■ ASSIGNED TASK
Stopping at the line that holds "gets the input", repeat the lines below exactly, starting from the very first and including that final line.

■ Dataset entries
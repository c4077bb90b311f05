/**
 * The bad-input catalogue: every function of the catalogue × every input class that applies
 * to it, with the result the contract asks for (docs/design.md, "Errors"): the error code, and a
 * fragment of the message (a regular expression) that names the argument or the fix.
 *
 * The cases are of two sorts: derived from the function specs (every parameter gets the input
 * classes its kind implies: bad type, empty, NaN, out of domain, wrong shape, an error in an
 * input cell), with the message its kind gives; and written by hand, for the chemistry
 * (unknown couples, unbalanced rows, ambiguous names …) and for exact wordings. A hand case
 * replaces the derived case of the same function, argument and input class.
 *
 * badInputs.test.ts runs each case through its catalogue function; `npm run docs` writes
 * docs/errors.md and each function page's "Errors" from this table.
 *
 * A case with `bug` set describes behaviour the engine does not have yet: its test is marked
 * failing and the text says what it does instead. When the lead fixes it, the failing test
 * passes, jest reports that, and the `bug` field is removed.
 */
import { CATALOGUE, type Arg, type ErrorCode } from '../../src/functions/catalogue';
import { domainOf, isPerCase, kindOf, unitOf, type KindName } from '../../src/functions/spec/kinds';
import { BEYOND_EQUILIBRIUM_CASES } from './badInputCasesBeyond';
import type { ParamSpec } from '../../src/functions/spec/types';

/** The kinds of bad input a user can give. */
export const INPUT_CLASSES = [
  'empty ("")',
  'null (omitted)',
  '0 from an empty cell',
  'number for text',
  'text for a number',
  'negative',
  'zero',
  'fraction for a whole number',
  'huge (1e308)',
  'tiny (5e-324)',
  'NaN',
  'range of the wrong shape',
  'cases of different lengths',
  'unknown species',
  'unknown element symbol',
  'species the reaction needs is missing',
  'species given twice',
  'ambiguous couple',
  'unbalanced reaction',
  'reaction that cannot be balanced',
  'reaction with no unique balance',
  'electrons that do not match',
  'unbalanced user row in a table',
  'user table of the wrong shape',
  'bad number in a user table',
  'duplicate rows in a user table',
  'absurd temperature (−300 °C)',
  'temperature outside the model range',
  'unknown reference name',
  'ambiguous reference name',
  'RHE without pH',
  'bad model name',
  'bad medium name',
  'a cell where one electrode is due',
  'filter that matches nothing',
  'K beyond the number range',
  'Q beyond the number range',
  'error in an input cell',
  'below the domain',
  'above the domain',
  'temperature that looks like kelvin',
  'millivolts typed as volts',
] as const;

export type InputClass = (typeof INPUT_CLASSES)[number];

/** What the case must give. */
export type Expectation =
  /** one error cell (every cell of the result, for functions that spill per species) */
  | { readonly code: ErrorCode; readonly message: RegExp }
  /** a text result (CHECKTABLE's list of problems) matching the pattern */
  | { readonly text: RegExp }
  /** the same result as the call with these arguments (e.g. the argument omitted) */
  | { readonly same: readonly Arg[] }
  /** a number within 1e-12 */
  | { readonly value: number };

export interface BadInputCase {
  /** Catalogue id, e.g. "POTENTIAL". */
  readonly fn: string;
  /** The parameter that gets the bad input (as the spec names it). */
  readonly argument: string;
  readonly input: InputClass;
  /** The call's arguments, in parameter order. */
  readonly args: readonly Arg[];
  readonly expect: Expectation;
  /** What the message tells the user (for docs/errors.md). */
  readonly says: string;
  /** Set where the engine does not behave so yet: what it does instead (the test is marked failing). */
  readonly bug?: string;
}

const e = (code: ErrorCode, message: RegExp) => ({ code, message });
const V = (m: RegExp) => e('#VALUE!', m);
const NA = (m: RegExp) => e('#N/A', m);
const NUM = (m: RegExp) => e('#NUM!', m);

const GRID_2X2: Arg = [
  [1, 2],
  [3, 4],
];
const TEXT_2X2: Arg = [
  ['Cu2+/Cu', 'Zn2+/Zn'],
  ['Ag+/Ag', 'Fe3+/Fe2+'],
];
/** A user table whose one row does not balance (charge 1 on the left, 0 on the right). */
const UNBALANCED_CU_ROW: Arg = [['Cu2+ + e- -> Cu', 0.3]];
/** A user table with the half-reaction column only (no E°). */
const CU_ROW_WITHOUT_E0: Arg = [['Cu2+ + 2 e- -> Cu']];
const UNKNOWN = 'Tc2+/Tc';
const AMBIGUOUS = 'Br2/Br-'; // Br2(l) and Br2(aq) (MnO4-/MnO2 is one couple in acid and base through Kw)
const NOT_AN_ELEMENT = 'Xx2+/Xx';

const MISSING_REACTION = /reaction is missing: give a/;
const NOT_IN_TABLE = /not in the potentials table.*Add the half-reaction and its E° to your table/;
const MATCHES_TWO = /matches 2 half-reactions.*Write the half-reaction in full/;
const NOT_ELEMENT = /"Xx" is not an element symbol/;
const ROW_UNBALANCED = /row 1.*does not balance|does not balance.*row 1/;
const ROW_WITHOUT_E0 = /row 1 of your table.*E° must be a number in volts/;
const ABS_ZERO = /temp_C must be above absolute zero \(−273\.15 °C\)/;
const TEMP_TEXT = /temp_C must be a number in °C; got "hot"/;
const TEMP_NAN = /temp_C must be a finite/;
const TEMP_SHAPE = /temp_C must be one cell or one column with an entry per case; got a 2×2 range/;
const MV_AS_V = /of 1e\+308 V is beyond ±10 V: were millivolts typed as volts\?/;
const OVERFLOW = /not a finite number|(outside|beyond) the (spreadsheet's )?number range/;
const TEMP_HUGE = /temp_C must be between 0 and 100 °C; got 1e\+308 °C, outside the aqueous range of the data/;

/** The reaction-argument cases that every function taking a reaction shares. */
function reactionCases(
  fn: string,
  build: (reaction: Arg) => Arg[],
  opts: { table?: boolean } = {},
): BadInputCase[] {
  const cases: BadInputCase[] = [
    {
      fn,
      argument: 'reaction',
      input: 'empty ("")',
      args: build(''),
      expect: V(MISSING_REACTION),
      says: 'reaction is missing',
    },
    {
      fn,
      argument: 'reaction',
      input: 'null (omitted)',
      args: build(null),
      expect: V(MISSING_REACTION),
      says: 'reaction is missing',
    },
    {
      fn,
      argument: 'reaction',
      input: '0 from an empty cell',
      args: build(0),
      expect: V(/reaction is empty \(an empty cell reads as 0\)/),
      says: 'reaction is empty (an empty cell reads as 0): give a reaction',
    },
    {
      fn,
      argument: 'reaction',
      input: 'number for text',
      args: build(5),
      expect: V(/reaction must be a half-reaction, couple, cell diagram or reaction; got 5/),
      says: 'reaction must be a reaction, not a number',
    },
    {
      fn,
      argument: 'reaction',
      input: 'range of the wrong shape',
      args: build(TEXT_2X2),
      expect: V(/reaction must be one cell or one column with an entry per case; got a 2×2 range/),
      says: 'one cell or one column of cases, not a block',
    },
    {
      fn,
      argument: 'reaction',
      input: 'unknown species',
      args: build(UNKNOWN),
      expect: NA(NOT_IN_TABLE),
      says: 'not in the potentials table: add the half-reaction to your table',
    },
    {
      fn,
      argument: 'reaction',
      input: 'unknown element symbol',
      args: build(NOT_AN_ELEMENT),
      expect: V(NOT_ELEMENT),
      says: 'the position and the symbol that is not an element',
    },
    {
      fn,
      argument: 'reaction',
      input: 'ambiguous couple',
      args: build(AMBIGUOUS),
      expect: V(MATCHES_TWO),
      says: 'lists the matching rows: write the half-reaction in full',
    },
  ];
  if (opts.table !== false) {
    cases.push(
      {
        fn,
        argument: 'table',
        input: 'unbalanced user row in a table',
        args: build('Cu2+/Cu').map((a, i, all) => (i === all.length - 1 ? UNBALANCED_CU_ROW : a)),
        expect: V(ROW_UNBALANCED),
        says: 'the row of your table that the reaction needs does not balance (row number, elements)',
      },
      {
        fn,
        argument: 'table',
        input: 'user table of the wrong shape',
        args: build('Cu2+/Cu').map((a, i, all) => (i === all.length - 1 ? CU_ROW_WITHOUT_E0 : a)),
        expect: V(ROW_WITHOUT_E0),
        says: 'the row of your table that the reaction needs has no E°: fix the row (CHECKTABLE lists every problem)',
      },
    );
  }
  return cases;
}

/** Temperature cases for a function whose temp_C is at `index` of `base`. */
function tempCases(
  fn: string,
  base: readonly Arg[],
  index: number,
  huge = TEMP_HUGE,
  hugeSays = 'temp_C must be between 0 and 100 °C (the aqueous range of the data)',
): BadInputCase[] {
  const at = (t: Arg) => base.map((a, i) => (i === index ? t : a));
  return [
    {
      fn,
      argument: 'temp_C',
      input: 'text for a number',
      args: at('hot'),
      expect: V(TEMP_TEXT),
      says: 'temp_C must be a number in °C',
    },
    {
      fn,
      argument: 'temp_C',
      input: 'NaN',
      args: at(NaN),
      expect: V(TEMP_NAN),
      says: 'temp_C must be a finite number',
    },
    {
      fn,
      argument: 'temp_C',
      input: 'absurd temperature (−300 °C)',
      args: at(-300),
      expect: V(ABS_ZERO),
      says: 'temp_C must be above absolute zero (−273.15 °C); give it in °C',
    },
    {
      fn,
      argument: 'temp_C',
      input: 'huge (1e308)',
      args: at(1e308),
      expect: V(huge),
      says: hugeSays,
    },
    {
      fn,
      argument: 'temp_C',
      input: 'range of the wrong shape',
      args: at(GRID_2X2),
      expect: V(TEMP_SHAPE),
      says: 'one cell or one column of cases',
    },
  ];
}

const CU = 'Cu2+/Cu';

■ FINISHED EXERCISE
repository c4077bb90b311f05
/**
 * The bad-input catalogue: every function of the catalogue × every input class that applies
 * to it, with the result the contract asks for (docs/design.md, "Errors"): the error code, and a
 * fragment of the message (a regular expression) that names the argument or the fix.
 *
 * The cases are of two sorts: derived from the function specs (every parameter gets the input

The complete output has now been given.